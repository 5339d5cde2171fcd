// Package reference holds closed-form solutions that the solver is tested
// against: transient conduction in a plane wall and a semi-infinite solid,
// isothermal cure kinetics, and the steady thermal-explosion limit of a slab.
//
// It is a test-only package: nothing in the command depends on it. Every
// function is an independent evaluation of a published formula (see the doc
// comment of each function), written without
// reference to the solver's discretisation, so that agreement between the two
// means something.
//
// # Invariants
//
//   - Results are dimensionless (θ, α) unless a unit is stated.
//   - Arguments outside a function's documented domain are programming
//     errors and panic; values on the edge of the domain (Fo = 0, Bi = 0,
//     Bi = +Inf, t = 0) are handled as their limits.
//   - Nothing allocates except PlaneWallEigen, which returns a new slice.
package reference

----

§ EXERCISE REQUIREMENTS: Please provide an exact transcription of each line from the one holding "unit is stated." through the final line of the data above.

§ WORKED SOLUTION:
//   - Results are dimensionless (θ, α) unless a unit is stated.
//   - Arguments outside a function's documented domain are programming
//     errors and panic; values on the edge of the domain (Fo = 0, Bi = 0,
//     Bi = +Inf, t = 0) are handled as their limits.
//   - Nothing allocates except PlaneWallEigen, which returns a new slice.
package reference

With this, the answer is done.